Read more about my approach to cooking on backpacking trips, including meal prep, nutrition, gear, and post-hike impressions.


I get a lot of questions about what I eat and when/how I cook on the trail. I’ve already detailed my cook kit, my freezer bag cooking method, and how I dress up cheap, instant meals. For the most part, I only cook dinner. I eat non-cook breakfast, lunch, and everything in between.

When I’m on a multi-day trip, I eat a lot of food. I sometimes make hot tea in the morning, but I usually just pound an energy gel and get moving. Then I eat an early morning snack, a mid-morning snack, and use lunch as a way to make myself stop and take a break.

I greatly look forward to lunch. I’ve usually cranked out 10–12 miles by lunchtime and my body needs an infusion of calories. As I’ve explained before, I do not eat sweets. It’s not a nutritional thing; I simply don’t like candy, cookies, chocolate, peanut butter, nutella, etc. Since so many commercially packaged outdoor meals are bound by sweet ingredients, I can’t eat any of them.

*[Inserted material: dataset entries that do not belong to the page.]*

describe('security headers', () => {
  function common(h: Headers) {
    expect(h.get('x-content-type-options')).toBe('nosniff')
    expect(h.get('referrer-policy')).toBe('no-referrer')
    expect(h.get('x-frame-options')).toBe('DENY')
    expect(h.get('strict-transport-security')).toMatch(/^max-age=31536000/)
    expect(h.get('x-powered-by')).toBeNull()
    expect(h.get('content-security-policy')).toMatch(/frame-ancestors 'none'/)
  }

  it('a page: a CSP of this origin only, with a fresh nonce on each of its scripts; camera for us only', async () => {
    const r = await fetch(`${baseURL}/login`)
    expect(r.status).toBe(200)
    common(r.headers)
    const csp = r.headers.get('content-security-policy')!
    const directive = (name: string) => csp.split(';').map((d) => d.trim()).find((d) => d.startsWith(`${name} `))
    expect(directive('default-src')).toBe("default-src 'none'")
    expect(directive('object-src')).toBe("object-src 'none'")
    expect(directive('base-uri')).toBe("base-uri 'none'")
    expect(directive('connect-src')).toBe("connect-src 'self'")
    const nonce = directive('script-src')!.match(/'nonce-([A-Za-z0-9+/=_-]+)'/)![1]!
    expect(directive('script-src')).toBe(`script-src 'self' 'nonce-${nonce}'`)
    expect(directive('style-src')).toBe(`style-src 'self' 'nonce-${nonce}'`)
    expect(csp).not.toMatch(/unsafe-inline|unsafe-eval|https:|http:|\*/)
    const html = await r.text()
    const scripts = [...html.matchAll(/<script\b[^>]*>/g)].map((m) => m[0])
    expect(scripts.length).toBeGreaterThan(0)
    for (const s of scripts) expect(s).toContain(`nonce="${nonce}"`)
    const next = (await fetch(`${baseURL}/login`)).headers.get('content-security-policy')!
    expect(next).not.toContain(nonce)

    const pp = r.headers.get('permissions-policy')!
    expect(pp).toContain('camera=(self)')
    expect(pp).toContain('microphone=()')
    expect(pp).toContain('geolocation=()')
    expect(r.headers.get('cross-origin-opener-policy')).toBe('same-origin')
    expect(r.headers.get('cross-origin-embedder-policy')).toBe('require-corp')
    expect(r.headers.get('cross-origin-resource-policy')).toBe('same-origin')
  })

  it('an API answer, and an API error: nothing in them may run or be framed', async () => {
    const ok = await fetch(`${baseURL}/api/health`)
    common(ok.headers)
    expect(ok.headers.get('content-security-policy')).toMatch(/default-src 'none'/)
    const refused = await fetch(`${baseURL}/api/cases`, { headers: { accept: 'application/json' } })
    expect(refused.status).toBe(401)
    expect(refused.headers.get('x-content-type-options')).toBe('nosniff')
    expect(refused.headers.get('referrer-policy')).toBe('no-referrer')
    expect(refused.headers.get('content-security-policy')).toMatch(/frame-ancestors 'none'/)
    expect(refused.headers.get('x-powered-by')).toBeNull()
  })
})

describe('request size', () => {
  const padded = (bytes: number) => JSON.stringify({ ...newCaseBody(f), pad: 'x'.repeat(bytes) })

  it('a 2 MB JSON body is 413 before any route reads it, signed in or not', async () => {
    const body = padded(2_000_000)
    const r = await circ.request('POST', '/api/cases', body, { 'content-type': 'application/json' })
    expect(r.status).toBe(413)
    const anon = await clientFrom(baseURL).request('POST', '/api/auth/login', body, { 'content-type': 'application/json' })
    expect(anon.status).toBe(413)
    // PUT and DELETE too: the limit sits in front of every route (there is no PUT /api/cases at all)
    expect((await circ.request('PUT', '/api/cases', body, { 'content-type': 'application/json' })).status).toBe(413)
    expect((await circ.request('DELETE', '/api/cases', body, { 'content-type': 'application/json' })).status).toBe(413)
  })

  it('the CSV imports have room for their files, and still a cap', async () => {
    const coord = clientFrom(baseURL)
    await coord.login(f.users.coordinator.email, TEST_PASSWORD)
    const roomy = await coord.post('/api/catalog/import', { csv: `description,kind,gtin\n${'x'.repeat(2_000_000)}`, dryRun: true })
    expect(roomy.status).not.toBe(413)
    const huge = await coord.request('POST', '/api/catalog/import', JSON.stringify({ csv: 'x'.repeat(17_000_000) }), { 'content-type': 'application/json' })
    expect(huge.status).toBe(413)
  })

  it('a 2 MB PATCH body is 413 too; a small one still reaches its route', async () => {
    const coord = clientFrom(baseURL)
    await coord.login(f.users.coordinator.email, TEST_PASSWORD)
    const big = await coord.request('PATCH', '/api/catalog/items/1', JSON.stringify({ description: 'x'.repeat(2_000_000) }), { 'content-type': 'application/json' })
    expect(big.status).toBe(413)
    expect(big.body.message).toMatch(/too large/)
    const small = await coord.request('PATCH', '/api/catalog/items/2147480000', JSON.stringify({ description: 'Nail' }), { 'content-type': 'application/json' })
    expect(small.status).toBe(404) // read by the route, which finds no such item
  })

  it('a body under 1 MB still reaches the route', async () => {
    const r = await circ.request('POST', '/api/cases', padded(900_000), { 'content-type': 'application/json' })
    expect(r.status).toBe(201) // the extra field is ignored by the schema
  })
})

describe('error bodies give nothing away', () => {
  const LEAKS = [/\bat \//, /node_modules/, /\.(ts|mjs|js):\d+/, /\bSELECT\b/, /\bINSERT\b/, /\bUPDATE\b/, /\bFROM\b/, /kysely/i, /postgres/i, /"stack"/]

  function clean(r: { status: number; body: unknown }) {
    const text = typeof r.body === 'string' ? r.body : JSON.stringify(r.body)
    for (const leak of LEAKS) expect(text, `${r.status}: ${text}`).not.toMatch(leak)
  }

  it('404, 400 and 409 answers carry a message, never a stack trace or SQL', async () => {
    const notFound = await circ.get('/api/cases/2147480000')
    expect(notFound.status).toBe(404)
    clean(notFound)
    const badId = await circ.get('/api/cases/1%27%20OR%201=1--')
    expect(badId.status).toBe(404)
    clean(badId)

    const bad = await circ.post('/api/cases', { patient: { mrn: "1' OR '1'='1" }, side: 'middle' })
    expect(bad.status).toBe(400)
    expect(bad.body.data.fields).toBeTruthy()
    clean(bad)
    const junk = await circ.request('POST', '/api/cases', '{"patient": ', { 'content-type': 'application/json' })
    expect(junk.status).toBe(400)
    clean(junk)

    const first = newCaseBody(f)
    await createCase(circ, f, first)
    const clash = await circ.post('/api/cases', newCaseBody(f, { patient: { ...first.patient, familyName: 'Otherperson' } }))
    expect(clash.status).toBe(409)
    clean(clash)
    expect(clash.body.message).toMatch(/MRN/)
  })
})

describe('a NUL character is refused as a 400, wherever it hides', () => {
  // found by the fault layer's generated bodies: PostgreSQL text cannot hold \0, so it reached the insert as a 500
  it('in a scan, a nested patient field, or a query', async () => {
    const id = await createCase(circ, f)
    const scrub = clientFrom(baseURL)
    await scrub.login(f.users.scrub.email, TEST_PASSWORD)
    const scan = await scrub.post(`/api/cases/${id}/items`, { scan: '\u0000', source: 'camera', disposition: 'implanted', clientKey: randomUUID() })
    expect(scan.status).toBe(400)
    expect(scan.body.data.fields).toEqual({ scan: expect.stringMatching(/NUL/) })
    const nested = await circ.post('/api/cases', newCaseBody(f, { patient: { ...newCaseBody(f).patient, familyName: 'Ab\u0000c' } }))
    expect(nested.status).toBe(400)
    expect(nested.body.message).toMatch(/patient\.familyName/)
    const coord = clientFrom(baseURL)
    await coord.login(f.users.coordinator.email, TEST_PASSWORD)
    const q = await coord.get('/api/trace?lot=%00')
    expect(q.status).toBe(400)
  })
})

describe('hostile text is stored and served as text', () => {
  const NAMES = ["Robert'); DROP TABLE patients;--", '<script>alert(1)</script>']

  it.each(NAMES)('%s', async (familyName) => {
    const body = newCaseBody(f, { patient: { ...newCaseBody(f).patient, familyName, givenName: '<img src=x onerror=alert(2)>' } })
    const id = await createCase(circ, f, body)
    const row = await testDb().selectFrom('patients').select(['family_name', 'given_name']).where('facility_id', '=', f.facilityId)
      .where('mrn', '=', body.patient.mrn).executeTakeFirstOrThrow()
    expect(row).toEqual({ family_name: familyName, given_name: '<img src=x onerror=alert(2)>' })

    const api = await circ.get(`/api/cases/${id}`)
    expect(api.body.patient.familyName).toBe(familyName)
    expect(api.headers.get('content-type')).toMatch(/^application\/json/)

    // the server-rendered page escapes it: no tag from the name reaches the markup
    const page = await fetch(`${baseURL}/cases/${id}`, { headers: { cookie: circ.cookieHeader() } })
    expect(page.status).toBe(200)
    const html = await page.text()
    expect(html).not.toContain('<script>alert(1)</script>')
    expect(html).not.toContain('<img src=x')
    expect(html).toContain('&lt;img src=x onerror=alert(2)&gt;')
  })
})
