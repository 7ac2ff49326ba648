/** GET /api/facility — the signed-in person's facility with its theatres and surgeons (for forms). */
import { facilityFor } from '../queries/facilities'

export default defineEventHandler(async (event) => {
  const { user } = await requireRole(event, 'circulator', 'scrub', 'surgeon', 'coordinator', 'admin')
  const db = useDb()
  const f = await facilityFor(db, user.facilityId)
  const [theatres, surgeons] = await Promise.all([
    db.selectFrom('theatres').select(['id', 'code', 'name']).where('facility_id', '=', f.id).where('active', '=', true).orderBy('code').execute(),
    db.selectFrom('users').select(['id', 'name']).where('role', '=', 'surgeon').where('active', '=', true)
      .where((eb) => eb.or([eb('facility_id', '=', f.id), eb('facility_id', 'is', null)])).orderBy('name').execute(),
  ])
  return { id: f.id, code: f.code, name: f.name, timeZone: f.time_zone, theatres, surgeons }
})
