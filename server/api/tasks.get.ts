/** GET /api/tasks — what waits for the signed-in person beyond today's board (shown on Today). */
import { dayInZone } from '../../shared/utils/dates'
import { facilityFor } from '../queries/facilities'
import { tasksFor } from '../queries/tasks'

export default defineEventHandler(async (event) => {
  const { user } = await requireRole(event, 'circulator', 'scrub', 'surgeon', 'coordinator', 'admin')
  const db = useDb()
  const f = await facilityFor(db, user.facilityId)
  return { tasks: await tasksFor(db, user, f, dayInZone(Date.now(), f.time_zone)) }
})
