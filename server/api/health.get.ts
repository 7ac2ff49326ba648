/** GET /api/health — public liveness check that also proves the database answers. */
import { sql } from 'kysely'

export default defineEventHandler(async (event) => {
  try {
    await sql`SELECT 1`.execute(useDb())
    return { ok: true, database: 'up' }
  } catch {
    setResponseStatus(event, 503)
    return { ok: false, database: 'down' }
  }
})
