# --------------------------------------------------------------------------- the client
class OperatorClient:
    """An operator's command connection (DEALER): ``send(command, **fields) -> Reply``.

    With ``server_public_key`` (a ``.key`` file or Z85 bytes) and ``client_keys`` (the operator's
    ``.key_secret`` file, or a (public, secret) Z85 pair) the connection uses CURVE.  Every wait is
    bounded by ``timeout_ms``; after a timeout the socket is recreated so that a late reply to an
    old request can never be taken for the answer to a new one.
    """

    def __init__(self, endpoint: str, server_public_key: str | Path | bytes | None = None,
                 client_keys: str | Path | tuple[bytes, bytes] | None = None,
                 timeout_ms: int = 1000) -> None:
        self._sock: zmq.Socket | None = None
        self._ctx = zmq.Context()
        self._closed = False
        try:
            if isinstance(timeout_ms, bool) or not isinstance(timeout_ms, int) or not 1 <= timeout_ms <= 600_000:
                raise ProfileError("operator client", "timeout_ms", timeout_ms, "an integer 1..600000 ms")
            if (server_public_key is None) != (client_keys is None):
                raise ProfileError("operator client", "client_keys" if client_keys is None else "server_public_key",
                                   None, "given together (CURVE needs the server's public key and the "
                                         "client's key pair)")
            self.endpoint = endpoint
            self.timeout_ms = timeout_ms
            self._server_key = None if server_public_key is None else load_public_key(server_public_key)
            if client_keys is None or isinstance(client_keys, tuple):
                self._client_keys = client_keys
            else:
                self._client_keys = load_secret_key(client_keys)
            self._seq = itertools.count(1)
            self._connect()
        except BaseException:
            self.close()
            raise

    def _connect(self) -> None:
        sock = self._ctx.socket(zmq.DEALER)
        sock.linger = 0
        sock.sndhwm = sock.rcvhwm = 16
        if self._server_key is not None:
            sock.curve_serverkey = self._server_key
            sock.curve_publickey, sock.curve_secretkey = self._client_keys
        sock.connect(self.endpoint)
        self._sock = sock

    def reset(self) -> None:
        """Drop the connection and everything queued on it; connect afresh."""
        if self._sock is not None:
            self._sock.close(linger=0)
        self._connect()

    def submit(self, command: str, **fields: object) -> int:
        """Queue one command without waiting; returns its ``seq`` (fields validated first)."""
        seq = next(self._seq)
        self.submit_raw(encode_command(command, seq, fields))
        return seq

    def submit_raw(self, data: bytes) -> None:
        """Queue raw bytes as one message (for diagnostics and tests of the server's checks)."""
        try:
            self._sock.send_multipart([b"", data], zmq.NOBLOCK)
        except zmq.Again:
            raise OperatorTimeout(f"{self.endpoint}: send queue full (controller not answering)") from None

    def receive(self, seq: int | None, timeout_ms: int) -> Reply | None:
        """The reply to ``seq`` (any reply when None) within ``timeout_ms``, else None.

        Replies to other sequence numbers are skipped; a malformed reply raises
        OperatorMessageError."""
        deadline = time.monotonic() + timeout_ms * 1e-3
        sock = self._sock
        for _ in range(64):            # stale replies are skipped, a bounded number of them
            wait = max(0, int((deadline - time.monotonic()) * 1e3))
            if not sock.poll(wait, zmq.POLLIN):
                return None
            frames = sock.recv_multipart(zmq.NOBLOCK)
            reply = decode_reply(frames[-1])
            if seq is None or reply.seq == seq:
                return reply
            log.debug("skipping a stale reply (seq %s, waiting for %s)", reply.seq, seq)
        return None

    def send(self, command: str, **fields: object) -> Reply:
        """Send one command and wait for its reply; OperatorTimeout after ``timeout_ms``."""
        seq = self.submit(command, **fields)
        reply = self.receive(seq, self.timeout_ms)
        if reply is None:
            self.reset()
            raise OperatorTimeout(f"no reply to {command!r} from {self.endpoint} within {self.timeout_ms} ms")
        return reply

    def close(self) -> None:
        if self._closed:
            return
        self._closed = True
        if self._sock is not None:
            self._sock.close(linger=0)
            self._sock = None
        self._ctx.term()

    def __enter__(self) -> "OperatorClient":
        return self

    def __exit__(self, *exc: object) -> None:
        self.close()
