class TablePolar:
    """Polar read from a CSV table with columns alpha_deg, flap_deg, re, cl, cd, cm [, ch].

    The rows must form a rectangular grid (every alpha x flap x re combination exactly once,
    at least two flap values).  Interpolation is linear in alpha, flap angle and log10(Re);
    flap and Re outside the table are held at the nearest edge.  If the alpha column does not
    span -180..180 deg it must end inside (0, 90) deg on the positive side and (-90, 0) deg on
    the negative side; beyond it the polar continues with Viterna-Corrigan from the table edge.
    Without a ``ch`` column the hinge moment comes from the Glauert derivatives of
    ``flap_chord_ratio``.  ``thickness_ratio`` is only needed for dynamic stall.
    """

    def __init__(self, path: str | Path, flap_chord_ratio: float | None = None,
                 aspect_ratio: float | None = None, thickness_ratio: float | None = None) -> None:
        self.path = Path(path)
        self.source = str(self.path)
        self.aspect_ratio = aspect_ratio
        self.thickness_ratio = thickness_ratio
        rows, has_ch = self._read()
        if not has_ch and flap_chord_ratio is None:
            raise ProfileError(self.source, "ch", None,
                               "a 'ch' column, or flap_chord_ratio for Glauert hinge moments")
        self.flap_chord_ratio = float(flap_chord_ratio) if flap_chord_ratio is not None else 0.0
        self.flap = glauert_flap(flap_chord_ratio) if flap_chord_ratio else _NO_FLAP
        self.has_ch = has_ch
        self._build(rows, has_ch)

    # reading ----------------------------------------------------------------------------
    def _read(self) -> tuple[np.ndarray, bool]:
        try:
            text = self.path.read_text(encoding="utf-8")
        except OSError as exc:
            raise ProfileError(self.source, "file", str(exc), "a readable CSV file") from exc
        reader = csv.reader(line for line in text.splitlines()
                            if line.strip() and not line.lstrip().startswith("#"))
        try:
            header = [h.strip() for h in next(reader)]
        except StopIteration:
            raise ProfileError(self.source, "header", "", "a header row") from None
        for name in header:
            if name not in _REQUIRED + _OPTIONAL:
                raise ProfileError(self.source, f"header.{name}", name,
                                   f"one of {', '.join(_REQUIRED + _OPTIONAL)}")
        if len(set(header)) != len(header):
            raise ProfileError(self.source, "header", header, "each column once")
        for name in _REQUIRED:
            if name not in header:
                raise ProfileError(self.source, f"header.{name}", None, "a column named " + name)
        has_ch = "ch" in header
        cols = list(_REQUIRED) + (["ch"] if has_ch else [])
        index = [header.index(c) for c in cols]
        data: list[list[float]] = []
        for row_no, row in enumerate(reader, start=2):
            if len(row) != len(header):
                raise ProfileError(self.source, f"row {row_no}", row,
                                   f"{len(header)} fields")
            values = []
            for col, i in zip(cols, index):
                try:
                    v = float(row[i])
                except ValueError:
                    v = math.nan
                if not math.isfinite(v):
                    raise ProfileError(self.source, f"row {row_no}.{col}", row[i].strip(),
                                       "a finite number")
                values.append(v)
            self._check_row(row_no, values)
            data.append(values)
        if not data:
            raise ProfileError(self.source, "rows", 0, "at least one data row")
        return np.array(data), has_ch

    def _check_row(self, row_no: int, v: list[float]) -> None:
        if not -180.0 <= v[0] <= 180.0:
            raise ProfileError(self.source, f"row {row_no}.alpha_deg", v[0], "-180..180")
        if not -90.0 < v[1] < 90.0:
            raise ProfileError(self.source, f"row {row_no}.flap_deg", v[1], "-90 < flap < 90")
        if v[2] <= 0.0:
            raise ProfileError(self.source, f"row {row_no}.re", v[2], "a positive Reynolds number")
        if v[4] < 0.0:
            raise ProfileError(self.source, f"row {row_no}.cd", v[4], "cd >= 0")

    # grid -------------------------------------------------------------------------------
    def _axis(self, values: np.ndarray, name: str, min_count: int) -> np.ndarray:
        axis = np.unique(values)
        if axis.size < min_count:
            raise ProfileError(self.source, name, axis.tolist(), f"at least {min_count} values")
        return axis

    def _build(self, rows: np.ndarray, has_ch: bool) -> None:
        al = self._axis(rows[:, 0], "alpha_deg", 2)
        fl = self._axis(rows[:, 1], "flap_deg", 2)
        rs = self._axis(rows[:, 2], "re", 1)
        ia = np.searchsorted(al, rows[:, 0])
        jf = np.searchsorted(fl, rows[:, 1])
        kr = np.searchsorted(rs, rows[:, 2])
        count = np.zeros((al.size, fl.size, rs.size), dtype=int)
        np.add.at(count, (ia, jf, kr), 1)
        if np.any(count > 1):
            i, j, k = np.argwhere(count > 1)[0]
            raise ProfileError(self.source, "rows", (al[i], fl[j], rs[k]),
                               "each (alpha_deg, flap_deg, re) combination once")
        if np.any(count == 0):
            i, j, k = np.argwhere(count == 0)[0]
            raise ProfileError(self.source, "rows", (al[i], fl[j], rs[k]),
                               "a rectangular grid (this combination is missing)")
        self._full_circle = al[0] <= -180.0 and al[-1] >= 180.0
        if not self._full_circle and not (0.0 < al[-1] < 90.0 and -90.0 < al[0] < 0.0):
            raise ProfileError(self.source, "alpha_deg", (al[0], al[-1]),
                               "a range -180..180, or ends in (-90, 0) and (0, 90) deg")
        ncoef = 4 if has_ch else 3
        vals = np.zeros((al.size, fl.size, rs.size, ncoef))
        vals[ia, jf, kr, :] = rows[:, 3:3 + ncoef]
        self._alpha_axis = al * _DEG
        self._flap_axis = fl * _DEG
        self._logre_axis = np.log10(rs)
        self._single_re = rs.size == 1
        self._alpha_lim = (al[0] * _DEG, al[-1] * _DEG)
        self._flap_lim = (fl[0] * _DEG, fl[-1] * _DEG)
        self._re_lim = (rs[0], rs[-1])
        axes = (self._alpha_axis, self._flap_axis)
        self._interp = RegularGridInterpolator(
            axes if self._single_re else axes + (self._logre_axis,),
            vals[:, :, 0, :] if self._single_re else vals)
        self._build_angles(vals[..., 0])

    def _build_angles(self, cl: np.ndarray) -> None:
        """Stall angles (cl extremes within +-45 deg) and zero-lift angles per flap and Re."""
        al = self._alpha_axis
        window = np.abs(al) <= 45.0 * _DEG
        aw = al[window]
        clw = cl[window]
        pos = aw[np.argmax(clw, axis=0)]
        neg = aw[np.argmin(clw, axis=0)]
        zero = np.zeros_like(pos)
        for j in range(cl.shape[1]):
            for k in range(cl.shape[2]):
                zero[j, k] = self._zero_crossing(aw, clw[:, j, k], neg[j, k], pos[j, k])
        pos = np.maximum(pos, 0.5 * _DEG)
        neg = np.minimum(neg, -0.5 * _DEG)
        stack = np.stack([pos, neg, zero], axis=-1)
        if self._single_re:
            self._angles = RegularGridInterpolator((self._flap_axis,), stack[:, 0, :])
        else:
            self._angles = RegularGridInterpolator((self._flap_axis, self._logre_axis), stack)

    @staticmethod
    def _zero_crossing(alpha: np.ndarray, cl: np.ndarray, lo: float, hi: float) -> float:
        sel = (alpha >= lo) & (alpha <= hi)
        a, c = alpha[sel], cl[sel]
        for i in range(a.size - 1):
            if c[i] <= 0.0 <= c[i + 1] and c[i + 1] != c[i]:
                return float(a[i] - c[i] * (a[i + 1] - a[i]) / (c[i + 1] - c[i]))
        return float(a[np.argmin(np.abs(c))]) if a.size else 0.0

    def _clamp(self, delta: np.ndarray, re: np.ndarray | float | None) -> tuple[np.ndarray, ...]:
        d = np.clip(delta, *self._flap_lim)
        if re is None:
            re = math.sqrt(self._re_lim[0] * self._re_lim[1])
        lr = np.log10(np.clip(np.asarray(re, dtype=float), *self._re_lim))
        return d, lr

    def _angles_at(self, delta: np.ndarray | float, re: np.ndarray | float | None
                   ) -> tuple[np.ndarray, np.ndarray, np.ndarray]:
        d, lr = self._clamp(np.asarray(delta, dtype=float), re)
        d, lr = np.broadcast_arrays(d, lr)
        pts = d[..., None] if self._single_re else np.stack([d, lr], axis=-1)
        out = self._angles(pts.reshape(-1, pts.shape[-1])).reshape(d.shape + (3,))
        return out[..., 0], out[..., 1], out[..., 2]

    def stall_angles_rad(self, re: np.ndarray | float, delta_rad: np.ndarray | float
                         ) -> tuple[np.ndarray, np.ndarray]:
        """Angles of the table's cl maximum and minimum within +-45 deg (rad)."""
        p, n, _ = self._angles_at(delta_rad, re)
        return p, n

    def stall_angle_rad(self, re: np.ndarray | float, delta_rad: np.ndarray | float) -> np.ndarray:
        """Static stall angle on the positive-alpha side (rad)."""
        return self.stall_angles_rad(re, delta_rad)[0]

    def zero_lift_angle_rad(self, delta_rad: np.ndarray | float,
                            re: np.ndarray | float | None = None) -> np.ndarray:
        """Zero-lift angle (rad); ``re`` None uses the geometric mean of the table's Re range."""
        return self._angles_at(delta_rad, re)[2]

    def _table(self, alpha: np.ndarray, d: np.ndarray, lr: np.ndarray) -> tuple[np.ndarray, ...]:
        alpha, d, lr = np.broadcast_arrays(alpha, d, lr)
        pts = np.stack([alpha, d] if self._single_re else [alpha, d, lr], axis=-1)
        out = self._interp(pts.reshape(-1, pts.shape[-1])).reshape(alpha.shape + (-1,))
        cl, cd, cm = out[..., 0], out[..., 1], out[..., 2]
        if self.has_ch:
            ch = out[..., 3]
        else:
            ch = self.flap.ch_alpha * alpha + self.flap.ch_delta * d
        return cl, cd, cm, ch

    def coefficients(self, alpha_rad: np.ndarray | float, delta_rad: np.ndarray | float,
                     re: np.ndarray | float
                     ) -> tuple[np.ndarray, np.ndarray, np.ndarray, np.ndarray]:
        """(cl, cd, cm_c4, ch) at alpha (rad), flap delta (rad), chord Reynolds number re."""
        alpha = _wrap(np.asarray(alpha_rad, dtype=float))
        d, lr = self._clamp(np.asarray(delta_rad, dtype=float), re)
        if self._full_circle:
            return self._table(np.clip(alpha, *self._alpha_lim), d, lr)
        lo, hi = self._alpha_lim
        att = self._table(np.clip(alpha, lo, hi), d, lr)
        if not self.has_ch:
            p, n, _ = self._angles_at(d, 10.0**lr)
            ch_att = self.flap.ch_alpha * np.clip(alpha, n, p) + self.flap.ch_delta * d
            att = (att[0], att[1], att[2], ch_att)
        stall_p = self._table(np.full_like(d, hi), d, lr)
        stall_n = self._table(np.full_like(d, lo), d, lr)
        if not self.has_ch:
            stall_p = stall_p[:3] + (self.flap.ch_alpha * np.minimum(hi, p) + self.flap.ch_delta * d,)
            stall_n = stall_n[:3] + (self.flap.ch_alpha * np.maximum(lo, n) + self.flap.ch_delta * d,)
        return _StallJoin(np.asarray(hi), np.asarray(lo), stall_p, stall_n,
                          self.aspect_ratio).apply(alpha, att)

    def at(self, delta_rad: np.ndarray | float, re: np.ndarray | float) -> BoundPolar:
        """This polar at fixed flap deflection(s) and Reynolds number(s)."""
        return BoundPolar(self, np.asarray(delta_rad, dtype=float), re)

    def grid(self, re: float, alpha_step_deg: float = 0.25, delta_step_deg: float = 0.5,
             delta_max_deg: float = 40.0) -> "PolarGrid":
        """Precomputed :class:`PolarGrid` at one Reynolds number."""
        return PolarGrid.build(self, re, alpha_step_deg, delta_step_deg, delta_max_deg)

My favorite lunch meal is some combination of meat and cheese. Sometimes it’s simply sliced summer sausage and shelf-stable cheese on crackers. Other times I make a wrap with something like prosciutto and brie. But mostly I make what I call “trail pizzas.” Technically, they’re more like stromboli than pizza, but who cares.

I was the envy of so many hikers on my John Muir Trail thru-hike when they met me on a mountain pass and saw me eating my pizzas and enjoying the view. I mean, they would stop in front of me and just stare at my plate.

Trail pizza core ingredients

You can add anything you want to your trail pizzas, but these are the core ingredients.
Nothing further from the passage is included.